BEGIN Data shown
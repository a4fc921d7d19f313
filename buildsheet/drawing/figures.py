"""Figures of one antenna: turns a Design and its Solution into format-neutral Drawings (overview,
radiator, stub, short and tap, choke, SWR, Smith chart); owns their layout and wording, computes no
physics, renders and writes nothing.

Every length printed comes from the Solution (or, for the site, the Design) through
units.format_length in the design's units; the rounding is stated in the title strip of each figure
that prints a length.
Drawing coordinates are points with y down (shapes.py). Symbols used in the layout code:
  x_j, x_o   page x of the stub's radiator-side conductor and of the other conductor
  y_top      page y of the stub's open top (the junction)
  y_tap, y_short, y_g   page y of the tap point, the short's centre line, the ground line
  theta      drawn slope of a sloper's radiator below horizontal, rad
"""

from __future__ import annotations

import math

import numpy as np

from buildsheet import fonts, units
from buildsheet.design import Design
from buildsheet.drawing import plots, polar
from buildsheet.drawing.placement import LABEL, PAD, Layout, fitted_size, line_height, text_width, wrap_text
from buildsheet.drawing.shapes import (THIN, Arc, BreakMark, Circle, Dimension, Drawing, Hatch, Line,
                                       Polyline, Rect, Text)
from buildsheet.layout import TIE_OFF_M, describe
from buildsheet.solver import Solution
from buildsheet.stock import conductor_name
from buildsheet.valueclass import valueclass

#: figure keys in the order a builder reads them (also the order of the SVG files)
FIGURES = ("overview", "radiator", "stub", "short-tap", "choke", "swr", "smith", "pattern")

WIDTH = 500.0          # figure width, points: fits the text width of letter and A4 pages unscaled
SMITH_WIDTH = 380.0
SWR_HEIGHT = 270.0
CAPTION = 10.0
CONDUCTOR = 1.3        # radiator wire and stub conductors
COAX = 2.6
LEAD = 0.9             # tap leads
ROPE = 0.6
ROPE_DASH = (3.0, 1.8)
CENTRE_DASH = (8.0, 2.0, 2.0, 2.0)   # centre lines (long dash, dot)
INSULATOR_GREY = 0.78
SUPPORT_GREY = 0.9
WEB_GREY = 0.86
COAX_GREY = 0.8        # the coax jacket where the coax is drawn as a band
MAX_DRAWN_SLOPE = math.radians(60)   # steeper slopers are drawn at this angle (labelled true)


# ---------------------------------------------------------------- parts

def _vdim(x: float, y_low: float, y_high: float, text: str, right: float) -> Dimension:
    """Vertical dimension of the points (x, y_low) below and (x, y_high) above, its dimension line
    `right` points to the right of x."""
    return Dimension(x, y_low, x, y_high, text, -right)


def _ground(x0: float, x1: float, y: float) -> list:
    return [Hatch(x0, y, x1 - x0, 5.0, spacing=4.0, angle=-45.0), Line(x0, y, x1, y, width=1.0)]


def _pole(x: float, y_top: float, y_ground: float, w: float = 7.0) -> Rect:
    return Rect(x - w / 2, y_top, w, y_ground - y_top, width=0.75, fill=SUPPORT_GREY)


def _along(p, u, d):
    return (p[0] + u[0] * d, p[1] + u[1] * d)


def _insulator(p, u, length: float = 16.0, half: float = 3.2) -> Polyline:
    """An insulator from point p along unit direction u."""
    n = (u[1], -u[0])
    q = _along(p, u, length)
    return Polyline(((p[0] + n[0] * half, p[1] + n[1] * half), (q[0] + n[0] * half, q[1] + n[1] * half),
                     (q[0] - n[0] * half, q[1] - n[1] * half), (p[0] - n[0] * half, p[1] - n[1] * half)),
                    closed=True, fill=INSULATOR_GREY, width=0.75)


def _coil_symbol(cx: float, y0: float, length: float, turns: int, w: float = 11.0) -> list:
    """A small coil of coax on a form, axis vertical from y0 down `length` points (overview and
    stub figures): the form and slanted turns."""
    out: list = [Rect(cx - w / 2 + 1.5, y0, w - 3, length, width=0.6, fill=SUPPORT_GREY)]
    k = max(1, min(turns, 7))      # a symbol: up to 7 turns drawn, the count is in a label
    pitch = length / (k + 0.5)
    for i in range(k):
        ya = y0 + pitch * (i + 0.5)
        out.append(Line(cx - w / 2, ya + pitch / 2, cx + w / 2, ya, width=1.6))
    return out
END Data shown
BEGIN Data shown
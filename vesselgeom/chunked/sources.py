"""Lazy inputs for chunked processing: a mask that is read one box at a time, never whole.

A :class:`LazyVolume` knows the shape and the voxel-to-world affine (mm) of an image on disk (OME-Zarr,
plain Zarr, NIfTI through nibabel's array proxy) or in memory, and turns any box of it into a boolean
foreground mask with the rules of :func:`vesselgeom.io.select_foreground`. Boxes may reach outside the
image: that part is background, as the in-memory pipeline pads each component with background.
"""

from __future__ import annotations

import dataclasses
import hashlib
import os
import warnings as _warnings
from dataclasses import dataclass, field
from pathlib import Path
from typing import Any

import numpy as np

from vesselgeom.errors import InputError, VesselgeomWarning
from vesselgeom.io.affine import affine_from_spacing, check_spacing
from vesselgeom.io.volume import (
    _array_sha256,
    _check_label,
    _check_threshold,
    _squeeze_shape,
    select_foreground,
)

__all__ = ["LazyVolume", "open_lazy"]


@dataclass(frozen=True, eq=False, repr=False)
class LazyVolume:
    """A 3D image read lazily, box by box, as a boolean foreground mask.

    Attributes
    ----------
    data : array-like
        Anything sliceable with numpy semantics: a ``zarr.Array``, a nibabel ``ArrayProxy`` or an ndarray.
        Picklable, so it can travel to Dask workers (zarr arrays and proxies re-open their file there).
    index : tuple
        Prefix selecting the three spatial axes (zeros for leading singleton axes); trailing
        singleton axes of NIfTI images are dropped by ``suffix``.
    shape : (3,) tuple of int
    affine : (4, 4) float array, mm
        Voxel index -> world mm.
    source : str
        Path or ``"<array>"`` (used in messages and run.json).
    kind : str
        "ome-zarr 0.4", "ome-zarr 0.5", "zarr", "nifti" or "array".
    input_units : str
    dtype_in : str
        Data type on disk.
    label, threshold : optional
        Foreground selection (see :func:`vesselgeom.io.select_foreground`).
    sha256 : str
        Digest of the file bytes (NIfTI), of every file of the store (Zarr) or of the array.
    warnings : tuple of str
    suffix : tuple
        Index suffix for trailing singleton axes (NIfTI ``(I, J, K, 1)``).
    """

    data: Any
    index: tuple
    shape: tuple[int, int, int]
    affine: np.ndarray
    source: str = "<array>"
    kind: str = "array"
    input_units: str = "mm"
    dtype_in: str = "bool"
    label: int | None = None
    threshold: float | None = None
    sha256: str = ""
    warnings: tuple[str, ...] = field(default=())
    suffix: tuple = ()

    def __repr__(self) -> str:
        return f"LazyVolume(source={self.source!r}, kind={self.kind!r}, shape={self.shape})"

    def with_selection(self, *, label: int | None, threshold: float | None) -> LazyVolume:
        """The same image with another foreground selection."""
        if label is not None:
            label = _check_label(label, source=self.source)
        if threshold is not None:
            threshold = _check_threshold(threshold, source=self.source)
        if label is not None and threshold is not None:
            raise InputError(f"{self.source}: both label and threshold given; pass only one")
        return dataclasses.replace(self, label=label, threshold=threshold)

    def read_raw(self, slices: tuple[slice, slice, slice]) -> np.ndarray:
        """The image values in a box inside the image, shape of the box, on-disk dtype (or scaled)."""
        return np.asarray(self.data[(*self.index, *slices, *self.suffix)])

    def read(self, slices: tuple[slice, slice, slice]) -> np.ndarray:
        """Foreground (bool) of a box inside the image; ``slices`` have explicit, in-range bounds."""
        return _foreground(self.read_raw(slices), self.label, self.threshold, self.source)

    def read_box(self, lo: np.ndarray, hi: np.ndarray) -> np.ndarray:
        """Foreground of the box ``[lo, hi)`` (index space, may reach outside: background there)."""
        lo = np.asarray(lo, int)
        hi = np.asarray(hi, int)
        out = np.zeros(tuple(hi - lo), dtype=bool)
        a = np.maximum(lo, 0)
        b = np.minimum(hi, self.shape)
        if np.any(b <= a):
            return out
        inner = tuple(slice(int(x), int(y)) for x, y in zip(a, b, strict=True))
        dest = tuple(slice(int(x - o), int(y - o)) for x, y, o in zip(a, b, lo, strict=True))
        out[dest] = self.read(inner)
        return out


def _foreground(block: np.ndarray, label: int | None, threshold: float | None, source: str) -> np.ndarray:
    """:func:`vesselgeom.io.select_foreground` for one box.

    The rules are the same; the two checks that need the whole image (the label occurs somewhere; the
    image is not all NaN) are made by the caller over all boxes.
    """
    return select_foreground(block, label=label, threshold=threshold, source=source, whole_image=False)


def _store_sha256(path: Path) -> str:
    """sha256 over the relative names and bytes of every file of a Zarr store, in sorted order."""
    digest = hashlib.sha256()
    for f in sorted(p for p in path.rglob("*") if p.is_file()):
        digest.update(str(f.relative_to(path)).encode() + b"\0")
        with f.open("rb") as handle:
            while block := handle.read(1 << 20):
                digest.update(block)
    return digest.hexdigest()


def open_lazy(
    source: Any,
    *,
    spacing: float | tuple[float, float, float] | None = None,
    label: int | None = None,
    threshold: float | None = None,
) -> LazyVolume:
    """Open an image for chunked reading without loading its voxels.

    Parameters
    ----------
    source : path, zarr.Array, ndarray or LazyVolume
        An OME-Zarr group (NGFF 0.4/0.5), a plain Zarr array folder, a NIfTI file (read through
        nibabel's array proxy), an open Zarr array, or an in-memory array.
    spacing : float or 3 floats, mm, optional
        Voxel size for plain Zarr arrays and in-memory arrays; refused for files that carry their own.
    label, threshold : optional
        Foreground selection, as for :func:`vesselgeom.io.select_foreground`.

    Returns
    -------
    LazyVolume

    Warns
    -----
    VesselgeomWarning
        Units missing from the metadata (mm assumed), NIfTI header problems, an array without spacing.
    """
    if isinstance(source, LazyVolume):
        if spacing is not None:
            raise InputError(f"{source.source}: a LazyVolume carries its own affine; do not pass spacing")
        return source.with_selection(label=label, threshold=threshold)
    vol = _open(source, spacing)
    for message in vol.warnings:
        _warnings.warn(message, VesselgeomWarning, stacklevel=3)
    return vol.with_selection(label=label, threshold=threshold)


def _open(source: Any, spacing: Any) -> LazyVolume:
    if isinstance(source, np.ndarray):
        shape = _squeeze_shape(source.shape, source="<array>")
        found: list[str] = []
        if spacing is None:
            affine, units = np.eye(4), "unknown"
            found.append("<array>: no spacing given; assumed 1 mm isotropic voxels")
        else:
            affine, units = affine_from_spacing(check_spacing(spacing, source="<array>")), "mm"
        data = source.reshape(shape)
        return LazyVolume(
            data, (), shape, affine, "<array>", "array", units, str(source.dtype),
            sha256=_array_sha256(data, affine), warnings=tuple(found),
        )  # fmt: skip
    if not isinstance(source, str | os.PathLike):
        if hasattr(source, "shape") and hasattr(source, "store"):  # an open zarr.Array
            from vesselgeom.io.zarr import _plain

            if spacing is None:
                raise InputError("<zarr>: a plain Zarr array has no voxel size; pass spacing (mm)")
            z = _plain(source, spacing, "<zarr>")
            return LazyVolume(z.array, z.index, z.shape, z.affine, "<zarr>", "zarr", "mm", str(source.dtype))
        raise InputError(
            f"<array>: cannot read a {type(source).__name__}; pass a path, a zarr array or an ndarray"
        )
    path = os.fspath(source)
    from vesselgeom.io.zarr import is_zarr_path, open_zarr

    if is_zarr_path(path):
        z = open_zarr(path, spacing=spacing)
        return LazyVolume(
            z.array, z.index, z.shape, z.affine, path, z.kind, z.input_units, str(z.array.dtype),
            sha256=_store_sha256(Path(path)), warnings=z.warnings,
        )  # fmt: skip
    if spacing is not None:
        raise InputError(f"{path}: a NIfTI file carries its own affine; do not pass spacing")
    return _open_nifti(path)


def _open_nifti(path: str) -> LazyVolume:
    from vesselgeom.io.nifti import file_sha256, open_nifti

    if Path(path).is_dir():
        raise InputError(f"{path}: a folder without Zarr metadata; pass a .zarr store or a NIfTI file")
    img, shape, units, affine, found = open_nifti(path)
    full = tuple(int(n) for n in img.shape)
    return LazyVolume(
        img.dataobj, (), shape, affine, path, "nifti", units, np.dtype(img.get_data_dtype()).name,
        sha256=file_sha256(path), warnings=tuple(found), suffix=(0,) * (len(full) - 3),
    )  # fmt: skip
END Data shown
Return, word for word, the lines of the data above from the line with "filename buildsheet/drawing/figures.py" through the line with "that prints a length.", inclusive.

Final answer:
filename buildsheet/drawing/figures.py
"""Figures of one antenna: turns a Design and its Solution into format-neutral Drawings (overview,
radiator, stub, short and tap, choke, SWR, Smith chart); owns their layout and wording, computes no
physics, renders and writes nothing.

Every length printed comes from the Solution (or, for the site, the Design) through
units.format_length in the design's units; the rounding is stated in the title strip of each figure
that prints a length.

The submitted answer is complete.